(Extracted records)
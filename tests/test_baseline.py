"""Release against release: --baseline, the ratchet gate, `catcheck compare`, report.md.

Flags are matched by (id, rule), never by row position; the demo's second release
(`write_next_release`) fixes some planted faults, plants new ones, removes, adds and
reorders rows, and the comparison must count exactly what it planted.
"""

from __future__ import annotations

import json
from collections import Counter
from pathlib import Path

import numpy as np
import pandas as pd
import pyarrow as pa
import pyarrow.parquet as pq
import pytest
from factory import sun_like, write_catalogue
from hypothesis import given, settings
from hypothesis import strategies as st

import catcheck
from catcheck.baseline import CHANGES, compare_flags, read_flags_file
from catcheck.cli import main
from catcheck.demo import NEXT_RELEASE_FAULTS, write_demo, write_next_release
from catcheck.errors import UsageError
from catcheck.flags import FLAG_SCHEMA

CORE = ["--rules", "core"]


@pytest.fixture(scope="module", autouse=True)
def no_html_report():
    """These tests are about flags, verdicts, report.md and JUnit files: skip drawing
    report.html (matplotlib).  Imported by the other gating test modules."""
    with pytest.MonkeyPatch.context() as patch:
        patch.setattr("catcheck.html_report.plotting_available", lambda: False, raising=False)
        yield


def run_cli(capsys: pytest.CaptureFixture[str], *args: object) -> tuple[int, str, str]:
    """Run the command line in this process: (exit code, stdout, stderr).

    ``main`` exits through SystemExit, or returns (exit code 0) for commands that do not
    gate.
    """
    try:
        main([str(a) for a in args])
        code = 0
    except SystemExit as done:
        code = done.code
    captured = capsys.readouterr()
    return code, captured.out, captured.err


def flags_table(pairs: list[tuple[str | None, str]]) -> pa.Table:
    """Flags in row order with the given (id, rule) pairs."""
    return pa.Table.from_pylist(
        [{"row": i, "id": id_, "rule": rule, "severity": "error", "message": f"flag {i}",
          "observed": 0.0, "expected": 0.0, "deviation": 0.0}
         for i, (id_, rule) in enumerate(pairs)], schema=FLAG_SCHEMA)


# --- matching ------------------------------------------------------------------------------

def multiset_reference(old: list[tuple], new: list[tuple]) -> dict[str, dict[str, int]]:
    """new/resolved/persisting per rule by counting (id, rule) pairs with Counter."""
    a, b = Counter(old), Counter(new)
    out: dict[str, dict[str, int]] = {}
    for rule in sorted({r for _, r in old + new}):
        mine = {k for k in a | b if k[1] == rule}
        out[rule] = {"new": sum(max(b[k] - a[k], 0) for k in mine),
                     "resolved": sum(max(a[k] - b[k], 0) for k in mine),
                     "persisting": sum(min(a[k], b[k]) for k in mine)}
    return out


PAIRS = st.lists(st.tuples(st.sampled_from(["a", "b", "c", None]), st.sampled_from(["x", "y"])),
                 max_size=14)


@settings(max_examples=40, deadline=None)
@given(old=PAIRS, new=PAIRS, seed=st.integers(0, 2**16))
def test_comparison_counts_like_a_multiset_whatever_the_order(old, new, seed) -> None:
    comparison = compare_flags(flags_table(old), flags_table(new))
    by_rule = {rule: change.as_dict() for rule, change in comparison.by_rule.items()}
    assert by_rule == multiset_reference(old, new)
    shuffled = list(np.random.default_rng(seed).permutation(len(new))) if new else []
    again = compare_flags(flags_table(old[::-1]), flags_table([new[i] for i in shuffled]))
    assert again.as_dict() == comparison.as_dict()
    for rule, change in comparison.by_rule.items():
        assert len(comparison.new_examples.get(rule, [])) == min(change.new, 5)
        assert sum(comparison.new_by_severity.get(rule, {}).values()) == change.new


def test_duplicate_ids_persist_first_in_row_order() -> None:
    old = flags_table([("d", "x"), ("d", "x")])
    new = flags_table([("d", "x"), ("e", "x"), ("d", "x"), ("d", "x")])
    comparison = compare_flags(old, new)
    assert comparison.as_dict() == {"new": 2, "resolved": 0, "persisting": 2,
                                    "by_rule": {"x": {"new": 2, "resolved": 0,
                                                      "persisting": 2}}}
    assert [e["row"] for e in comparison.new_examples["x"]] == [1, 3]


def test_rows_without_an_id_share_one_key_never_an_empty_id() -> None:
    comparison = compare_flags(flags_table([(None, "x"), ("", "x")]),
                               flags_table([(None, "x"), (None, "x")]))
    assert comparison.by_rule["x"].as_dict() == {"new": 1, "resolved": 1, "persisting": 1}


def test_old_flags_of_rules_not_run_are_not_called_resolved() -> None:
    comparison = compare_flags(flags_table([("a", "x"), ("a", "gone")]), flags_table([]),
                               rules_run=["x", "quiet"])
    assert comparison.not_rechecked == {"gone": 1}
    assert {r: c.as_dict() for r, c in comparison.by_rule.items()} == {
        "quiet": {"new": 0, "resolved": 0, "persisting": 0},
        "x": {"new": 0, "resolved": 1, "persisting": 0}}


# --- a small release, reordered, with rows added and removed ------------------------------

def release_pair(tmp_path: Path) -> tuple[Path, Path]:
    """Two releases of 40 stars, by hand.

    Release 1: S3, S7 and S20 fail stefan-boltzmann, S12 and S20 age-range.
    Release 2: S7 and S30 removed, S3 fixed, S25 given an age beyond the Universe, three
    new stars added (X1 failing stefan-boltzmann), and every row shuffled.
    """
    first = sun_like(40)
    first.loc[[3, 7, 20], "logL"] += 1.0
    first.loc[[12, 20], "Age"] = 40.0
    second = first.copy()
    second.loc[3, "logL"] -= 1.0
    second.loc[25, "Age"] = 50.0
    second = second.drop(index=[7, 30])
    added = sun_like(3, seed=9).assign(name=["X0", "X1", "X2"])
    added.loc[1, "logL"] += 1.0
    second = pd.concat([second, added]).sample(frac=1.0, random_state=4)
    (tmp_path / "one").mkdir()
    (tmp_path / "two").mkdir()
    return (write_catalogue(tmp_path / "one", first), write_catalogue(tmp_path / "two", second))


def test_baseline_matches_by_id_when_rows_move_arrive_and_leave(tmp_path) -> None:
    one, two = release_pair(tmp_path)
    profile = one.parent / "profile.toml"
    old = catcheck.check(one, profile, ["core"], out=tmp_path / "qc1")
    new = catcheck.check(two, profile, ["core"], out=tmp_path / "qc2",
                         baseline=tmp_path / "qc1" / "flags.parquet")
    entry = new.summary["baseline"]
    assert entry["file"] == str(tmp_path / "qc1" / "flags.parquet")
    assert entry["by_rule"]["stefan-boltzmann"] == {"new": 1, "resolved": 2, "persisting": 1}
    assert entry["by_rule"]["age-range"] == {"new": 1, "resolved": 0, "persisting": 2}
    assert entry["by_rule"]["teff-range"] == {"new": 0, "resolved": 0, "persisting": 0}
    assert (entry["new"], entry["resolved"], entry["persisting"]) == (2, 2, 3)
    # the persisting flags sit at other rows now: matching by row would have failed
    moved = old.flags.merge(new.flags, on=["id", "rule"], suffixes=("_old", "_new"))
    assert len(moved) == 3 and (moved["row_old"] != moved["row_new"]).all()
    assert new.summary["gate"]["failing_rules"] == {"stefan-boltzmann": 1, "age-range": 1}
    assert new.summary["gate"]["counts"] == "new flags"
    assert not new.passed


def test_baseline_in_memory_and_in_every_flags_format_agree(tmp_path) -> None:
    one, two = release_pair(tmp_path)
    profile = one.parent / "profile.toml"
    comparisons = []
    for fmt in ("parquet", "csv", "jsonl"):
        catcheck.check(one, profile, ["core"], out=tmp_path / fmt, flags_format=fmt)
        result = catcheck.check(two, profile, ["core"],
                                baseline=tmp_path / fmt / f"flags.{fmt}")
        entry = result.summary["baseline"]
        comparisons.append({k: entry[k] for k in ("new", "resolved", "persisting", "by_rule")})
    assert comparisons[0] == comparisons[1] == comparisons[2]
    frame = pd.read_parquet(two)
    in_memory = catcheck.check_frame(frame, profile, ["core"],
                                     baseline=tmp_path / "parquet" / "flags.parquet")
    assert in_memory.summary["baseline"]["by_rule"] == comparisons[0]["by_rule"]


def test_baseline_may_be_the_flags_file_the_run_replaces(tmp_path, capsys) -> None:
    one, two = release_pair(tmp_path)
    profile = one.parent / "profile.toml"
    out = tmp_path / "qc"
    assert run_cli(capsys, "check", one, "--profile", profile, "--out", out, *CORE)[0] == 1
    code, stdout, _ = run_cli(capsys, "check", two, "--profile", profile, "--out", out,
                              "--baseline", out / "flags.parquet", *CORE)
    assert code == 1
    assert f"against {out / 'flags.parquet'}: 2 new, 2 resolved, 3 persisting" in stdout
    assert stdout.splitlines()[-2].strip().startswith(
        "verdict: FAILED: 2 new error flags in stefan-boltzmann, age-range")
    assert json.loads((out / "summary.json").read_text())["baseline"]["new"] == 2


def test_report_lists_new_and_resolved_per_rule(tmp_path) -> None:
    one, two = release_pair(tmp_path)
    profile = one.parent / "profile.toml"
    catcheck.check(one, profile, ["core"], out=tmp_path / "qc1")
    for name in ("a", "b"):
        catcheck.check(two, profile, ["core"], out=tmp_path / name,
                       baseline=tmp_path / "qc1" / "flags.parquet")
    report = (tmp_path / "a" / "report.md").read_text()
    assert report == (tmp_path / "b" / "report.md").read_text()  # deterministic
    lines = report.splitlines()
    assert lines[0] == "## catcheck: FAILED"
    assert lines[2].startswith("**2 new error flags in stefan-boltzmann, age-range")
    assert "| new | resolved | persisting | gate |" in report
    assert any(line.startswith("| `stefan-boltzmann` | core | error |")
               and line.endswith("| 1 | 2 | 1 | **fails** (1) |") for line in lines)
    new_block = report.split("### New flags against the baseline")[1].split("###")[0]
    assert "<details><summary><code>stefan-boltzmann</code>: 1 new (first 1)</summary>" \
        in new_block
    assert "| X1 |" in new_block and "| S000020 |" not in new_block


# --- a bad baseline --------------------------------------------------------------------------

def bad_baselines(tmp_path: Path) -> dict[str, Path]:
    files = {"missing": tmp_path / "absent.parquet", "unknown suffix": tmp_path / "flags.txt",
             "not parquet": tmp_path / "garbage.parquet",
             "wrong columns": tmp_path / "other.parquet", "csv header": tmp_path / "bad.csv",
             "jsonl without rule": tmp_path / "bad.jsonl", "integer ids": tmp_path / "int.parquet",
             "a directory": tmp_path / "dir.parquet"}
    files["unknown suffix"].write_text("row,id,rule\n")
    files["not parquet"].write_bytes(b"PAR1 this is not a parquet file")
    pq.write_table(pa.table({"source": ["a"], "check": ["x"]}), files["wrong columns"])
    files["csv header"].write_text("row,name,rule\n0,a,x\n")
    files["jsonl without rule"].write_text('{"row": 0, "id": "a", "severity": "error"}\n')
    pq.write_table(pa.table({"row": [0], "id": [17], "rule": ["x"], "severity": ["error"]}),
                   files["integer ids"])
    files["a directory"].mkdir()
    return files


def test_a_bad_baseline_is_one_error_and_exit_2_before_anything_is_written(tmp_path,
                                                                           capsys) -> None:
    catalogue = write_catalogue(tmp_path, sun_like(10))
    for kind, path in bad_baselines(tmp_path).items():
        out = tmp_path / f"qc-{kind.replace(' ', '-')}"
        code, stdout, stderr = run_cli(capsys, "check", catalogue, "--profile",
                                       tmp_path / "profile.toml", "--out", out,
                                       "--baseline", path, *CORE)
        assert code == 2, kind
        lines = stderr.strip().splitlines()
        assert len(lines) == 1 and lines[0].startswith("catcheck: error: "), (kind, stderr)
        assert str(path) in lines[0] and "baseline flags file" in lines[0], kind
        assert not out.exists(), kind
        assert stdout == ""
        code, _, stderr = run_cli(capsys, "compare", path, path)
        assert code == 2 and str(path) in stderr, kind


def test_read_flags_file_raises_usage_error() -> None:
    with pytest.raises(UsageError, match="does not exist"):
        read_flags_file("no/such/flags.parquet")


# --- compare ---------------------------------------------------------------------------------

◆ **Exercise requirements**:
Which lines belong in the answer? Exactly those from the first line of the entries through the line holding "import catcheck", inclusive, copied unchanged.

◆ **Solution below**:
filename tests/test_baseline.py
"""Release against release: --baseline, the ratchet gate, `catcheck compare`, report.md.

Flags are matched by (id, rule), never by row position; the demo's second release
(`write_next_release`) fixes some planted faults, plants new ones, removes, adds and
reorders rows, and the comparison must count exactly what it planted.
"""

from __future__ import annotations

import json
from collections import Counter
from pathlib import Path

import numpy as np
import pandas as pd
import pyarrow as pa
import pyarrow.parquet as pq
import pytest
from factory import sun_like, write_catalogue
from hypothesis import given, settings
from hypothesis import strategies as st

import catcheck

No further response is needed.